/BigData_Amazon_Vine_Analysis

Using PySpark, I performed the ETL process on a large dataset (170,000 rows) of Video Games. Next, I created an AWS relational database instance & transformed the data to be loaded into PostgreSQL. Once in PgAdmin, exported the Video Game Review Table as a CSV file. Afterward, I loaded the data into Python to create Dataframes using Pandas. Then analyzed the data to determine if there was bias in paid reviews vs. unpaid reviews.

Primary LanguageJupyter Notebook

Big Data Video Game Reviews Analysis using AWS, PySpark, PostgresSQL, Google Colab, Python

Amazon Vine Analysis

Resources

Challenge Project Overview

The Amazon Vine program is a service that allows manufacturers and publishers to receive reviews for their products. Companies like SellBy pay a small fee to Amazon and provide products to Amazon Vine members, who are then required to publish a review. I am tasked to determine if there is any bias towards reviews written as part of the Vine program (paid vs. unpaid reviews).

Steps Taken:

  1. Using PySpark on Google Colabs, I performed the ETL process on a big data set of over 170,000 rows from sample data about Amazon Product Reviews.
  2. Afterward, I created an AWS relational database instance and transformed the data to be loaded into PostgreSQL (SQL). After loading the data into PgAdmin, I exported the Vine Review Table as a CSV file.
  3. Finally, I load the data into Python to create Dataframes using Pandas. Then I analyzed the data to determine if there was bias in paid reviews versus unpaid reviews.
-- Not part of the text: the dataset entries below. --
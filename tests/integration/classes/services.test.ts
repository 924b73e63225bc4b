import { afterAll, beforeAll, describe, expect, test } from 'vitest';
import { Card, ClassInvitation, ClassMember, User } from '../../../src/lib/server/db/models/index';
import {
	createAssignment,
	decksAssignedTo,
	deleteAssignment,
	updateAssignment
} from '../../../src/lib/server/classes/assignments';
import {
	createClass,
	getClass,
	normalizeJoinCode,
	updateClass
} from '../../../src/lib/server/classes/classes';
import {
	commentsForCards,
	listComments,
	markCommentsSeen,
	postComment
} from '../../../src/lib/server/classes/comments';
import {
	acceptInvitation,
	inviteByEmail,
	previewInvitation
} from '../../../src/lib/server/classes/invitations';
import {
	joinByCode,
	joinByLink,
	leaveClass,
	removeMember
} from '../../../src/lib/server/classes/members';
import { normalizeKey } from '../../../src/lib/server/classes/keys';
import { openTestWorld, type TestWorld } from '../support/world';
import { listMessages, readMessage } from '../../../src/lib/server/mail/outbox';
import { makeDeck, makeUser } from './world';

let world: TestWorld;
beforeAll(async () => {
	world = await openTestWorld();
});
afterAll(() => world.close());

const NOW = new Date('2026-03-02T10:00:00Z');

async function classWithDeck(size = 4) {
	const teacher = await makeUser('teacher');
	const created = await createClass(teacher, { name: 'Lantern combo' });
	if (!created.ok) throw new Error(created.message);
	const { deck, licks } = await makeDeck(teacher.id, size);
	return { teacher, cls: created.class, deck, licks };
}

function cardsOf(userId: string) {
	return Card.findAll({ where: { userId }, order: [['newPosition', 'ASC']] });
}

describe('cards made by assignments and members', () => {
	test('assigning a deck makes every member a new card per lick and quality, in deck order', async () => {
		const { teacher, cls, deck, licks } = await classWithDeck(3);
		const learner = await makeUser('learner');
		expect((await joinByCode(learner, cls.code)).ok).toBe(true);
		const made = await createAssignment(
			teacher,
			cls.id,
			{ deckId: deck.id, startDate: '2026-03-02', newPerDay: 4, qualities: ['m7', '7'] },
			NOW
		);
		expect(made.ok).toBe(true);
		const cards = await cardsOf(learner.id);
		// Home quality 7 plus m7: the repeated 7 makes no second card.
		expect(cards.map((c) => [licks.findIndex((l) => l.id === c.lickId), c.quality])).toEqual([
			[0, '7'],
			[0, 'm7'],
			[1, '7'],
			[1, 'm7'],
			[2, '7'],
			[2, 'm7']
		]);
		expect(
			cards.every((c) => c.state === 0 && c.introducedDay === null && c.retiredAt === null)
		).toBe(true);
		expect(cards.every((c) => made.ok && c.assignmentId === made.assignment.id)).toBe(true);
		expect(cards[0].due.toISOString()).toBe(NOW.toISOString());
	});

	test('a member who joins later gets the cards of every assignment; a card they already had is kept', async () => {
		const { teacher, cls, deck, licks } = await classWithDeck(2);
		const learner = await makeUser('learner');
		const own = await Card.create({
			userId: learner.id,
			lickId: licks[0].id,
			quality: '7',
			due: NOW,
			state: 2
		});
		await createAssignment(
			teacher,
			cls.id,
			{ deckId: deck.id, startDate: '2026-03-02', newPerDay: 1 },
			NOW
		);
		await joinByCode(learner, cls.code!.toLowerCase());
		const cards = await cardsOf(learner.id);
		expect(cards).toHaveLength(2);
		const kept = cards.find((c) => c.id === own.id)!;
		expect([kept.state, kept.assignmentId]).toEqual([2, null]);
	});

	test('leaving retires only still-new cards; rejoining puts them back; practised ones never move', async () => {
		const { teacher, cls, deck } = await classWithDeck(3);
		const learner = await makeUser('learner');
		await joinByCode(learner, cls.code);
		await createAssignment(
			teacher,
			cls.id,
			{ deckId: deck.id, startDate: '2026-03-02', newPerDay: 1 },
			NOW
		);
		const [first] = await cardsOf(learner.id);
		await first.update({ state: 2, introducedDay: '2026-03-02' });
		const left = await leaveClass(learner, cls.id, NOW);
		expect(left).toEqual({ ok: true, retired: 2 });
		const after = await cardsOf(learner.id);
		expect(after.map((c) => c.retiredAt !== null)).toEqual([false, true, true]);
		await joinByCode(learner, cls.code);
		expect((await cardsOf(learner.id)).every((c) => c.retiredAt === null)).toBe(true);
		expect((await removeMember(teacher, cls.id, learner.id, NOW)).ok).toBe(true);
		expect(await ClassMember.count({ where: { classId: cls.id } })).toBe(0);
	});

	test('removing an assignment retires its new cards and keeps the practised ones with the learner', async () => {
		const { teacher, cls, deck } = await classWithDeck(2);
		const learner = await makeUser('learner');
		await joinByCode(learner, cls.code);
		const made = await createAssignment(
			teacher,
			cls.id,
			{ deckId: deck.id, startDate: '2026-03-02', newPerDay: 1 },
			NOW
		);
		if (!made.ok) throw new Error(made.message);
		const [first] = await cardsOf(learner.id);
		await first.update({ state: 2, introducedDay: '2026-03-02' });
		expect(await deleteAssignment(teacher, made.assignment.id, NOW)).toEqual({
			ok: true,
			retired: 1
		});
		const after = await cardsOf(learner.id);
		expect(after.map((c) => [c.state, c.retiredAt !== null])).toEqual([
			[2, false],
			[0, true]
		]);
	});

	test('editing qualities makes the new ones and retires dropped ones; pausing is an edit', async () => {
		const { teacher, cls, deck } = await classWithDeck(1);
		const learner = await makeUser('learner');
		await joinByCode(learner, cls.code);
		const made = await createAssignment(
			teacher,
			cls.id,
			{ deckId: deck.id, startDate: '2026-03-02', newPerDay: 2, qualities: ['m7'] },
			NOW
		);
		if (!made.ok) throw new Error(made.message);
		const edited = await updateAssignment(
			teacher,
			made.assignment.id,
			{ qualities: ['maj7'], paused: true },
			NOW
		);
		expect(edited.ok && [edited.assignment.qualities, edited.assignment.paused]).toEqual([
			['maj7'],
			true
		]);
		const cards = await cardsOf(learner.id);
		expect(cards.map((c) => [c.quality, c.retiredAt !== null]).sort()).toEqual([
			['7', false],
			['m7', true],
			['maj7', false]
		]);
	});

	test('keys are stored as the key list spells them; all twelve are stored as none chosen', async () => {
		const { teacher, cls, deck } = await classWithDeck(1);
		const six = await createAssignment(teacher, cls.id, {
			deckId: deck.id,
			startDate: '2026-03-02',
			newPerDay: 4,
			keys: ['C', 'F', 'A#', 'D#', 'G#', 'C#']
		});
		expect(six.ok && six.assignment.keys).toEqual(['C', 'F', 'Bb', 'Eb', 'Ab', 'Db']);
		const all = await createAssignment(teacher, cls.id, {
			deckId: deck.id,
			startDate: '2026-03-02',
			newPerDay: 4,
			keys: ['C', 'Db', 'D', 'Eb', 'E', 'F', 'F#', 'G', 'Ab', 'A', 'Bb', 'B']
		});
		expect(all.ok && all.assignment.keys).toBeNull();
		// Enharmonic pairs are one key (common practice: F#/Gb, C#/Db).
		expect(['F#', 'Gb', 'C#', 'Cb', 'E#'].map(normalizeKey)).toEqual(['Gb', 'Gb', 'Db', 'B', 'F']);
	});

	test('learners see the decks assigned to their classes, and nothing of classes they left', async () => {
		const { teacher, cls, deck } = await classWithDeck(2);
		const learner = await makeUser('learner');
		await joinByCode(learner, cls.code);
		await createAssignment(teacher, cls.id, {
			deckId: deck.id,
			startDate: '2026-03-02',
			newPerDay: 2,
			targetTempo: 140
		});
		const decks = await decksAssignedTo(learner.id);
		expect(decks.map((d) => [d.deckName, d.className, d.lickCount, d.targetTempo])).toEqual([
			['Test deck', 'Lantern combo', 2, 140]
		]);
		await leaveClass(learner, cls.id);
		expect(await decksAssignedTo(learner.id)).toEqual([]);
	});
});

describe('joining', () => {
	test('a code can be renewed (the old one stops working) and turned off', async () => {
		const { teacher, cls } = await classWithDeck(0);
		const learner = await makeUser('learner');
		const renewed = await updateClass(teacher, cls.id, { joinCode: 'renew' });
		expect(renewed.ok && renewed.class.code).not.toBe(cls.code);
		expect((await joinByCode(learner, cls.code)).ok).toBe(false);
		const off = await updateClass(teacher, cls.id, { joinCode: 'off' });
		expect(off.ok && off.class.code).toBeNull();
		expect(normalizeJoinCode(' ab-cd efgh ')).toBe('ABCDEFGH');
	});

	test('the invite link joins until it is renewed', async () => {
		const { teacher, cls } = await classWithDeck(0);
		const token = new URL(cls.link!).searchParams.get('link')!;
		const learner = await makeUser('learner');
		const joined = await joinByLink(learner, token);
		expect(joined.ok && [joined.joined, joined.className]).toEqual([true, 'Lantern combo']);
		const again = await joinByLink(learner, token);
		expect(again.ok && again.joined).toBe(false);
		await updateClass(teacher, cls.id, { joinLink: 'renew' });
		const late = await makeUser('learner');
		expect((await joinByLink(late, token)).ok).toBe(false);
	});

	test('an archived class takes nobody, pauses its assignments, and comes back when restored', async () => {
		const { teacher, cls, deck } = await classWithDeck(1);
		await createAssignment(teacher, cls.id, {
			deckId: deck.id,
			startDate: '2026-03-02',
			newPerDay: 2
		});
		await updateClass(teacher, cls.id, { archived: true });
		const learner = await makeUser('learner');
		const refused = await joinByCode(learner, cls.code);
		expect(refused.ok ? 'joined' : refused.reason).toBe('conflict');
		const restored = await updateClass(teacher, cls.id, { archived: false });
		expect(restored.ok && restored.class.archived).toBe(false);
		const view = await getClass(teacher, cls.id);
		expect(view.ok && view.class.assignmentCount).toBe(1);
	});

	test('a mailed invitation reaches the outbox and puts whoever opens it in the class, once', async () => {
		const { teacher, cls } = await classWithDeck(0);
		const sent = await inviteByEmail(teacher, cls.id, { email: 'Newcomer@Example.test' });
		expect(sent.ok && [sent.invitation.email, sent.mailSent]).toEqual([
			'newcomer@example.test',
			true
		]);
		const summary = (await listMessages()).find((m) => m.to.includes('newcomer@example.test'))!;
		const mail = await readMessage(summary.id);
		if (!mail.ok) throw new Error(mail.error);
		expect(mail.message.subject).toBe('Tess Marlow invites you to Lantern combo on Twelvefold');
		const link = new URL(mail.message.links.find((l) => l.includes('/join?invitation='))!);
		const token = link.searchParams.get('invitation')!;
		expect(await previewInvitation(token)).toMatchObject({
			className: 'Lantern combo',
			status: 'open'
		});
		const newcomer = await makeUser('learner', 'New Comer');
		const accepted = await acceptInvitation(newcomer, token);
		expect(accepted.ok && accepted.joined).toBe(true);
		expect((await previewInvitation(token))?.status).toBe('accepted');
		const stranger = await makeUser('learner');
		const reused = await acceptInvitation(stranger, token);
		expect(reused.ok ? 'joined' : reused.reason).toBe('conflict');
		const late = await makeUser('learner');
		const tooLate = await acceptInvitation(late, token, new Date('2030-01-01'));
		expect(tooLate.ok ? 'joined' : tooLate.reason).toBe('conflict');
	});
});

test('a teacher whose own address is unconfirmed sends no invitation mail, and nothing is stored', async () => {
	const { teacher, cls } = await classWithDeck(0);
	await User.update({ emailVerifiedAt: null }, { where: { id: teacher.id } });
	const before = (await listMessages()).length;
	const refused = await inviteByEmail(teacher, cls.id, { email: 'someone@example.test' });
	expect(refused.ok ? 'sent' : [refused.reason, refused.message]).toEqual([
		'forbidden',
		expect.stringMatching(/^Confirm your own e-mail address/)
	]);
	expect((await listMessages()).length).toBe(before);
	expect(await ClassInvitation.count({ where: { classId: cls.id } })).toBe(0);
});

describe('comment threads', () => {
	test('teacher and learner write on one thread; reading marks the other side seen', async () => {
		const { teacher, cls, deck } = await classWithDeck(1);
		const learner = await makeUser('learner', 'Lena Reed');
		await joinByCode(learner, cls.code);
		await createAssignment(teacher, cls.id, {
			deckId: deck.id,
			startDate: '2026-03-02',
			newPerDay: 2
		});
		const [card] = await cardsOf(learner.id);
		await postComment(teacher, card.id, { text: 'Lovely in Db. Now try the B version slower.' });
		const forDrill = await commentsForCards(learner.id, [card.id, 'nonsense']);
		expect(forDrill[card.id].map((c) => [c.by, c.seenAt])).toEqual([['teacher', null]]);
		// Another learner's card ids give nothing, whatever is asked.
		const other = await makeUser('learner');
		expect(await commentsForCards(other.id, [card.id])).toEqual({});
		await markCommentsSeen(learner.id, [card.id]);
		await postComment(learner, card.id, { text: 'Will do. B is the hard one.' });
		const thread = await listComments(teacher, card.id);
		expect(thread.ok && thread.items.map((c) => [c.by, c.author.name, c.seenAt !== null])).toEqual([
			['teacher', 'Tess Marlow', true],
			['learner', 'Lena Reed', false]
		]);
		const again = await listComments(learner, card.id);
		expect(again.ok && again.items[1].seenAt !== null).toBe(true);
	});

	test('a teacher loses the thread once the learner has left the class', async () => {
		const { teacher, cls, deck } = await classWithDeck(1);
		const learner = await makeUser('learner');
		await joinByCode(learner, cls.code);
		await createAssignment(teacher, cls.id, {
			deckId: deck.id,
			startDate: '2026-03-02',
			newPerDay: 2
		});
		const [card] = await cardsOf(learner.id);
		await leaveClass(learner, cls.id);
		const refused = await postComment(teacher, card.id, { text: 'Still there?' });
		expect(refused.ok ? 'posted' : refused.reason).toBe('not-found');
	});
});
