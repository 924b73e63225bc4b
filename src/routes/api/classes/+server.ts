import { json } from '@sveltejs/kit';
import { createClass, listClasses } from '$lib/server/classes/classes';
import { refusal, signInFirst } from '$lib/server/classes/http';
import { readJsonObject } from '$lib/server/http/json';
import type { RequestHandler } from './$types';

/**
 * `GET /api/classes` (`?archived=1` includes archived ones) → `{items, total}`: the classes the
 * user teaches, then those they belong to. `POST /api/classes` `{name}` (teachers) → 201 `{class}`.
 */
export const GET: RequestHandler = async ({ locals, url }) => {
	if (!locals.user) return signInFirst(null)!;
	return json(
		await listClasses(locals.user, { archived: url.searchParams.get('archived') === '1' })
	);
};

export const POST: RequestHandler = async ({ locals, request }) => {
	if (!locals.user) return signInFirst(null)!;
	const body = await readJsonObject(request);
	if (!body.ok) return body.response;
	const result = await createClass(locals.user, body.value);
	if (!result.ok) return refusal(result);
	return json(result.class, { status: 201 });
};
Challenge Project Analysis

Analysis-JupyterNotebook

Relevancy Filters Applied:

  • Amazon Video Game
  • Reviews with 20+ Votes
  • 50% or higher on helpful votes

Vine Program Results:

Total Number of Reviews: 40565

  • Paid Views: 94
  • Unpaid Views: 40471

Total Number of 5-Star Reviews:

  • Paid 5-Star Reviews: 48
  • Unpaid 5-Star Reviews: 15663

Percentage Of 5-Star Reviews:

  • Paid Reviews: 51%
  • Unpaid Reviews: 39%

Average 5-Star Rating:

  • Paid Reviews: 4.2
  • Unpaid Reviews: 3.35

Challange Project Summary

Overall, there appears to be a slight bias with Video Game Paid Amazon Reviews based on the overall percentage of 5 Star Reviews.

  • Paid Reviews: 51%
  • Unpaid Reviews: 39%

With that said, that same bias could be by looking at Average 5-Star Rating:

  • Paid Reviews: 4.2
  • Unpaid Reviews: 3.35 However, the 51% ratio is based on a relatively small share of the overall reviews (0.2%).

Since the overall share of paid reviews is small, I would need to conduct further testing among various Amazon product categories to confirm this bias. Therefore, I would apply the same analysis across 10-20 categories. If the results are consistent across the different Amazon product categories, I feel that paid reviews are biased.